(Saved entries)
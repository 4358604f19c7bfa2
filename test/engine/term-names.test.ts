/** A body's thermal term has one name in every budget, whatever the damping model; its id (which fingerprints hash) is unchanged. */
import { describe, expect, test } from "vitest";
import { evaluate, prepare } from "../../src/pipeline";
import type { SetupDescription } from "../../src/setup/format";

function setup(damping: "viscous" | "symmetric", withBath: boolean): SetupDescription {
  return {
    format: "quietframe.setup",
    version: 1,
    name: "thermal term names",
    components: [
      { name: "light", type: "coherent" },
      { name: "osc", type: "oscillator", params: { mass: "10 ng", frequency: "1 MHz", Q: 1e5, temperature: "4 K", damping } },
      ...(withBath ? [{ name: "gas", type: "thermal-bath", params: { temperature: "300 K", dampingRate: "1 Hz" } }] : []),
      { name: "probe", type: "position-probe", params: { measurementRate: "1 kHz" } },
      { name: "detector", type: "homodyne", params: { angle: "90 deg" } },
    ],
    connections: [["light.out", "probe.in"], ["probe.out", "detector.in"], ["probe.mechanics", "osc.body"], ...(withBath ? [["gas.mechanics", "osc.body"] as [string, string]] : [])],
    readout: ["detector"],
    signal: { kind: "force", on: "osc" },
    grid: { from: "0.9 MHz", to: "1.1 MHz", points: 5 },
  } as SetupDescription;
}

const thermal = (s: SetupDescription) =>
  evaluate(prepare(s))
    .budget.terms.filter((t) => t.category === "thermal")
    .map((t) => ({ id: t.id, label: t.label }));

describe("thermal term names", () => {
  test("viscous and symmetric damping: the same name, the ids as before", () => {
    expect(thermal(setup("viscous", false))).toEqual([{ id: "osc: thermal force", label: "osc: thermal noise" }]);
    expect(thermal(setup("symmetric", false))).toEqual([{ id: "osc: thermal noise", label: "osc: thermal noise" }]);
  });

  test("an attached bath's term is named the same way", () => {
    expect(thermal(setup("viscous", true))).toEqual([
      { id: "osc: thermal force", label: "osc: thermal noise" },
      { id: "gas: thermal force", label: "gas: thermal noise" },
    ]);
  });
});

ACTIVITY:
All the data above should be restated in full, exactly.

RESULT:
repository 4358604f19c7bfa2
filename test/engine/term-names.test.ts
/** A body's thermal term has one name in every budget, whatever the damping model; its id (which fingerprints hash) is unchanged. */
import { describe, expect, test } from "vitest";
import { evaluate, prepare } from "../../src/pipeline";
import type { SetupDescription } from "../../src/setup/format";

function setup(damping: "viscous" | "symmetric", withBath: boolean): SetupDescription {
  return {
    format: "quietframe.setup",
    version: 1,
    name: "thermal term names",
    components: [
      { name: "light", type: "coherent" },
      { name: "osc", type: "oscillator", params: { mass: "10 ng", frequency: "1 MHz", Q: 1e5, temperature: "4 K", damping } },
      ...(withBath ? [{ name: "gas", type: "thermal-bath", params: { temperature: "300 K", dampingRate: "1 Hz" } }] : []),
      { name: "probe", type: "position-probe", params: { measurementRate: "1 kHz" } },
      { name: "detector", type: "homodyne", params: { angle: "90 deg" } },
    ],
    connections: [["light.out", "probe.in"], ["probe.out", "detector.in"], ["probe.mechanics", "osc.body"], ...(withBath ? [["gas.mechanics", "osc.body"] as [string, string]] : [])],
    readout: ["detector"],
    signal: { kind: "force", on: "osc" },
    grid: { from: "0.9 MHz", to: "1.1 MHz", points: 5 },
  } as SetupDescription;
}

const thermal = (s: SetupDescription) =>
  evaluate(prepare(s))
    .budget.terms.filter((t) => t.category === "thermal")
    .map((t) => ({ id: t.id, label: t.label }));

describe("thermal term names", () => {
  test("viscous and symmetric damping: the same name, the ids as before", () => {
    expect(thermal(setup("viscous", false))).toEqual([{ id: "osc: thermal force", label: "osc: thermal noise" }]);
    expect(thermal(setup("symmetric", false))).toEqual([{ id: "osc: thermal noise", label: "osc: thermal noise" }]);
  });

  test("an attached bath's term is named the same way", () => {
    expect(thermal(setup("viscous", true))).toEqual([
      { id: "osc: thermal force", label: "osc: thermal noise" },
      { id: "gas: thermal force", label: "gas: thermal noise" },
    ]);
  });
});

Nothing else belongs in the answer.